Die Falter erscheinen jährlich in einer Generation. Sie sind ausschließlich nachtaktiv und fliegen gerne künstliche Lichtquellen an, allerdings meist erst nach Mitternacht. Das Anfliegen von künstlichen Lichtquellen, orientierungslos, Ermattung und leichte Beute von Beutegreifern. Das führt dazu, dass der Braune Bär inzwischen zu den seltenen Insektenarten gehört. Tagsüber sitzen sie mit geschlossenen Vorderflügeln auf Blättern oder an Baumstämmen. Tippt man das Blatt an, auf dem der Falter sitzt, so kann es durchaus sein, dass der Braune Bär seine Flügel weit auseinander spreizt. Zwischen seinem Kopf und seinem Brustabschnitt, erscheint dann ein roter Drüsenring aus dem ein unangenehm riechendes Sekret abgesondert wird.

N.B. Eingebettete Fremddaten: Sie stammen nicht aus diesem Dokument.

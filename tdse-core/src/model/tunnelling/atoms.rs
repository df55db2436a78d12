//! Rates of atoms in three dimensions.

use std::f64::consts::PI;

use super::gamma::gamma;

/// An electron of an atom in three dimensions.
#[derive(Clone, Copy, Debug, PartialEq)]
pub struct Orbital {
    /// Ionization energy Ip, hartree.
    pub ionization_energy: f64,
    /// Charge Z of the ion it leaves.
    pub charge: f64,
    /// Angular momentum l.
    pub l: u32,
    /// Its projection on the field, |m| ≤ l.
    pub m: u32,
}

impl Orbital {
    /// κ = √(2 Ip).
    pub fn kappa(&self) -> f64 {
        (2.0 * self.ionization_energy).sqrt()
    }

    /// Effective principal quantum number n* = Z/κ.
    pub fn effective_number(&self) -> f64 {
        self.charge / self.kappa()
    }

    /// |C|² = 2^{2n*}/(n* Γ(n*+l*+1) Γ(n*-l*)) with l* = n* - 1, that is 2^{2n*}/(n* Γ(2n*)); 4 for hydrogen (Ammosov, Delone,
    /// Krainov, Sov. Phys. JETP 64, 1191 (1986), before Stirling's formula, which makes it 4.70).
    pub fn coefficient(&self) -> f64 {
        let n = self.effective_number();
        4.0f64.powf(n) / (n * gamma(2.0 * n))
    }

    /// (2l+1)(l+|m|)!/(2^|m| |m|! (l-|m|)!).
    fn angular_factor(&self) -> f64 {
        let factorial = |n: u32| (1..=n).map(f64::from).product::<f64>();
        let (l, m) = (self.l, self.m);
        f64::from(2 * l + 1) * factorial(l + m) / (2.0f64.powi(m as i32) * factorial(m) * factorial(l - m))
    }

    /// Rate in a static field F > 0, 1/a.u. of time: |C|² f_lm Ip (2κ³/F)^{2n*-|m|-1} exp(-2κ³/3F) (Ammosov, Delone,
    /// Krainov 1986); of hydrogen with Ip = ½ Landau's (4/F) exp(-2/3F) (Landau, Lifshitz, Quantum Mechanics, §77).
    /// Zero without field.
    pub fn static_rate(&self, field: f64) -> f64 {
        if field == 0.0 {
            return 0.0;
        }
        let cube = self.kappa().powi(3);
        let power = 2.0 * self.effective_number() - f64::from(self.m) - 1.0;
        self.coefficient()
            * self.angular_factor()
            * self.ionization_energy
            * (2.0 * cube / field).powf(power)
            * (-2.0 * cube / (3.0 * field)).exp()
    }

    /// [`Self::static_rate`] averaged over a cycle of linearly polarized light of amplitude F in leading order: times
    /// √(3F/(πκ³)) (Perelomov, Popov, Terent'ev, Sov. Phys. JETP 23, 924 (1966)).
    pub fn average_rate(&self, field: f64) -> f64 {
        self.static_rate(field) * (3.0 * field / (PI * self.kappa().powi(3))).sqrt()
    }

    /// Rate averaged over a cycle of linearly polarized light of amplitude F and angular frequency ω, for any Keldysh
    /// parameter γ = κω/F (Perelomov, Popov, Terent'ev 1966, as written by Ilkov, Decker, Chin, J. Phys. B 25, 4005 (1992), from
    /// memory): Ip |C|² f_lm √(6/π) (2κ³/F)^{2n*-|m|-3/2} (1+γ²)^{|m|/2+3/4} A_m exp(-(2κ³/3F) g(γ)), without a Coulomb factor in
    /// γ. Zero without field.
    pub fn ppt_rate(&self, field: f64, frequency: f64) -> f64 {
        if field == 0.0 {
            return 0.0;
        }
        let gamma = self.kappa() * frequency / field;
        let cube = self.kappa().powi(3);
        let m = f64::from(self.m);
        let power = 2.0 * self.effective_number() - m - 1.5;
        let sum = PptSum { gamma, photons: self.ionization_energy / frequency, m: self.m };
        self.ionization_energy
            * self.coefficient()
            * self.angular_factor()
            * (6.0 / PI).sqrt()
            * (2.0 * cube / field).powf(power)
            * (1.0 + gamma * gamma).powf(0.5 * m + 0.75)
            * sum.value()
            * (-2.0 * cube / (3.0 * field) * keldysh_exponent(gamma)).exp()
    }
}

/// g(γ) = (3/2γ)[(1 + 1/2γ²) asinh γ - √(1+γ²)/2γ], 1 - γ²/10 for small γ (Keldysh, Sov. Phys. JETP 20, 1307 (1965)).
pub fn keldysh_exponent(gamma: f64) -> f64 {
    if gamma < 0.03 {
        let square = gamma * gamma;
        return 1.0 - square / 10.0 + 9.0 * square * square / 280.0 - 5.0 * square.powi(3) / 336.0;
    }
    let square = gamma * gamma;
    1.5 / gamma * ((1.0 + 0.5 / square) * gamma.asinh() - (1.0 + square).sqrt() / (2.0 * gamma))
}

/// A_m(γ) = (4/√(3π)) (1/|m|!) γ²/(1+γ²) Σ_{q ≥ ν} e^{-α(q-ν)} w_m(√(β(q-ν))), the sum over photon numbers, ν = Ip/ω (1 + 1/2γ²),
/// α = 2(asinh γ - γ/√(1+γ²)), β = 2γ/√(1+γ²); 1 for γ → 0, m = 0.
#[derive(Clone, Copy, Debug, PartialEq)]
pub struct PptSum {
    /// Keldysh parameter γ.
    pub gamma: f64,
    /// Ip/ω.
    pub photons: f64,
    /// |m|.
    pub m: u32,
}

impl PptSum {
    /// The sum, to rounding.
    pub fn value(&self) -> f64 {
        let square = self.gamma * self.gamma;
        let root = (1.0 + square).sqrt();
        let threshold = self.photons * (1.0 + 0.5 / square);
        // The difference cancels for small γ: 2γ³/3 - 3γ⁵/5 + ….
        let alpha = if self.gamma < 1e-2 {
            self.gamma.powi(3) * (2.0 / 3.0 - 0.6 * square)
        } else {
            2.0 * (self.gamma.asinh() - self.gamma / root)
        };
        let beta = 2.0 * self.gamma / root;
        let excess = threshold.floor() + 1.0 - threshold;
        let term = |q: f64| (-alpha * (excess + q)).exp() * w(self.m, (beta * (excess + q)).sqrt());
        let sum = summed(term, 40.0 / alpha);
        let factorial: f64 = (1..=self.m).map(f64::from).product();
        4.0 / (3.0 * PI).sqrt() / factorial * square / (1.0 + square) * sum
    }
}

/// Σ f(q) over q = 0, 1, … `last`, where f varies slowly but for its first terms: those as they stand, the rest by
/// Euler–Maclaurin's formula, its integral by Simpson's rule over ln q.
fn summed(f: impl Fn(f64) -> f64, last: f64) -> f64 {
    const FIRST: usize = 256;
    const STEP: f64 = 0.02;
    if last < 8.0 * FIRST as f64 {
        return (0..=last.ceil() as usize).map(|q| f(q as f64)).sum();
    }
    let from = FIRST as f64;
    let first: f64 = (0..FIRST).map(|q| f(q as f64)).sum();
    let panels = (((last / from).ln() / (2.0 * STEP)).ceil() as usize).max(1);
    let h = (last / from).ln() / (2 * panels) as f64;
    let at = |i: usize| {
        let q = from * (i as f64 * h).exp();
        q * f(q)
    };
    let integral: f64 =
        (0..panels).map(|i| h / 3.0 * (at(2 * i) + 4.0 * at(2 * i + 1) + at(2 * i + 2))).sum();
    first + integral + 0.5 * f(from) - (f(from + 0.5) - f(from - 0.5)) / 12.0
}

/// w_m(x) = e^{-x²} ∫₀ˣ e^{y²} (x² - y²)^m dy, Dawson's integral for m = 0.
fn w(m: u32, x: f64) -> f64 {
    let square = x * x;
    if x < 6.0 {
        // x^{2m+1} e^{-x²} Σ_k x^{2k}/k! ½B(k+½, m+1): every term is positive.
        let half = f64::from(m) + 1.5;
        let mut term: f64 = (1..=m).map(|j| f64::from(2 * j) / f64::from(2 * j + 1)).product();
        let mut sum = 0.0;
        let mut k = 0.0;
        while term > 1e-17 * sum {
            sum += term;
            term *= square / (k + 1.0) * (k + 0.5) / (k + half);
            k += 1.0;
        }
        return x.powi(2 * m as i32 + 1) * (-square).exp() * sum;
    }
    // (1/2x) Σ_k (2k-1)!!/(2k)!! (m+k)!/x^{2k}, down to its smallest term.
    let mut term: f64 = (1..=m).map(f64::from).product();
    let mut sum = 0.0;
    for k in 0..20 {
        sum += term;
        let k = f64::from(k);
        term *= (2.0 * k + 1.0) / (2.0 * k + 2.0) * (f64::from(m) + k + 1.0) / square;
    }
    sum / (2.0 * x)
}
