"""The neighbourhood study: its table is what kriging says, and its recommendation follows from it."""

from __future__ import annotations

import numpy as np
import pandas as pd
import pytest

from sms_resource.geostatistics import (
    Neighbourhood,
    Structure,
    VariogramModel,
    block_variance,
    neighbourhood_study,
    ordinary_kriging,
)
from sms_resource.geostatistics.search_study import operation_parts, operations

from .kriging_twin import scene

MODEL = VariogramModel(0.2, [Structure("spherical", 1.0, (50.0, 50.0, 12.0))])
START = Neighbourhood((60.0, 60.0, 20.0), 16, 4, 4, 2)


@pytest.fixture(scope="module")
def study():
    points, values, holes, targets = scene(50, samples=150, targets=40)
    table = pd.DataFrame(values, columns=["cu_pct", "au_gpt"])
    made = neighbourhood_study(
        points,
        table,
        targets,
        MODEL,
        START,
        block_size=(6.0, 6.0, 2.0),
        discretisation=(2, 2, 2),
        hole_ids=holes,
        sample_numbers=(2, 4, 8, 16, 30, 60),
        discretisations=((1, 1, 1), (2, 2, 2), (3, 3, 3), (5, 5, 5)),
    )
    return points, table, holes, targets, made


def test_table_is_what_kriging_says(study):
    points, table, holes, targets, made = study
    assert len(made.table) == 2 * (6 + 3 + 4)
    row = made.table.query("varied == 'samples' and max_samples == 8 and column == 'au_gpt'").iloc[0]
    item = Neighbourhood((60.0, 60.0, 20.0), 8, 4, 4, 2)
    result = ordinary_kriging(
        points, table, targets, MODEL, item, hole_ids=holes, block_size=(6, 6, 2), discretisation=(2, 2, 2)
    )
    done = result.status[:, 1] == 0
    assert row["estimated_share"] == done.mean()
    assert row["mean_slope"] == pytest.approx(result.slope_of_regression[done, 1].mean())
    assert row["mean_efficiency"] == pytest.approx(result.kriging_efficiency[done, 1].mean())
    assert row["mean_negative_weight"] == pytest.approx(result.negative_weight_sum[done, 1].mean())
    assert row["mean_variance"] == pytest.approx(result.variance[done, 1].mean())
    assert row["block_variance"] == pytest.approx(block_variance(MODEL, (6, 6, 2), (2, 2, 2)))
    assert row["microseconds_per_target"] > 0.0


def test_recommendation_follows_from_the_table(study):
    *_, made = study
    worst = made.table[made.table["varied"] == "samples"].groupby("max_samples")["mean_slope"].min()
    on_plateau = worst.index[worst >= worst.max() - 0.01]
    assert made.max_samples == on_plateau.min()
    assert f"{made.max_samples} samples at most" in made.recommendation
    fine = block_variance(MODEL, (6, 6, 2), (12, 12, 12))
    chosen = block_variance(MODEL, (6, 6, 2), made.discretisation)
    assert abs(chosen - fine) <= 0.02 * fine
    coarser = {(3, 3, 3): (2, 2, 2), (5, 5, 5): (3, 3, 3), (2, 2, 2): (1, 1, 1)}[made.discretisation]
    assert abs(block_variance(MODEL, (6, 6, 2), coarser) - fine) > 0.02 * fine
    assert made.block_size in [(3.0, 3.0, 1.0), (6.0, 6.0, 2.0), (12.0, 12.0, 4.0)]
    assert "slope" in repr(made)


def test_rising_slope_is_said():
    points, values, holes, targets = scene(51, samples=150, targets=20, columns=1, missing=0.0)
    made = neighbourhood_study(
        points,
        values[:, 0],
        targets,
        MODEL,
        START,
        block_size=(4, 4, 2),
        hole_ids=holes,
        sample_numbers=(2, 4, 6),
    )
    assert made.max_samples == 6
    assert "still rising at this largest number" in made.recommendation


def test_targets_are_thinned():
    points, values, holes, _ = scene(52, samples=60, columns=1, missing=0.0)
    targets = np.random.default_rng(0).uniform(0, 80, (500, 3)) - [0, 0, 80]
    made = neighbourhood_study(
        points, values[:, 0], targets, MODEL, START, block_size=(4, 4, 2), hole_ids=holes, sample_numbers=(4,),
        block_sizes=[], discretisations=[], most_targets=100,
    )  # fmt: skip
    assert (made.table["targets"] == 100).all()
    assert made.block_size is None and made.discretisation is None


@pytest.mark.parametrize("count", [8, 16, 24, 40])
def test_counted_arithmetic_is_near_that_of_lapack(count):
    """Factorisation and weights against dpotrf and dpotrs: LAPACK Working Note 41 (from memory), one right side."""
    parts = operation_parts(np.array([count]), 27)
    known = count**3 / 3 + count**2 / 2 + count / 6 + 2 * count**2
    assert parts["factorisation"][0] + parts["weights"][0] == pytest.approx(
        known, rel=0.3 if count < 16 else 0.15
    )
    assert operations([count, count], 27) == pytest.approx(sum(part[0] for part in parts.values()), rel=1e-12)
    assert operations([count], 8) < operations([count], 27) < operations([count + 1], 27)
    assert np.isnan(operations([], 27))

Die Eier werden in unterschiedlich großen, einschichtigen Eispiegeln zu manchmal 500 Eier an der Unterseite von Blättern abgelegt. Die Raupen überwintern mit kanpp 10 Millimeter Größe und verpuppen sich in einem feinen, mit Haaren vermischten Gespinst.

Systematik

Der Braune Bär (Arctia caja) ist ein Nachtfalter aus der Familie der Erebidae. Diese besteht aus einigen Unterfamilien, darunter der Unterfamilie der Arctiinae, der Bärenspinner, kurz Bären. Die Bezeichnung "Bär" erklärt sich mit Blick auf ihre stark behaarten Raupen. Wenn Bärenraupen gestört werden, weise einige Arten eine tapsige, an die Bären erinnernde Fortbewegungsweise auf. Auch die Gattungsbezeichnung Arctia geht auf das griechische Wort arktos für Bär zurück.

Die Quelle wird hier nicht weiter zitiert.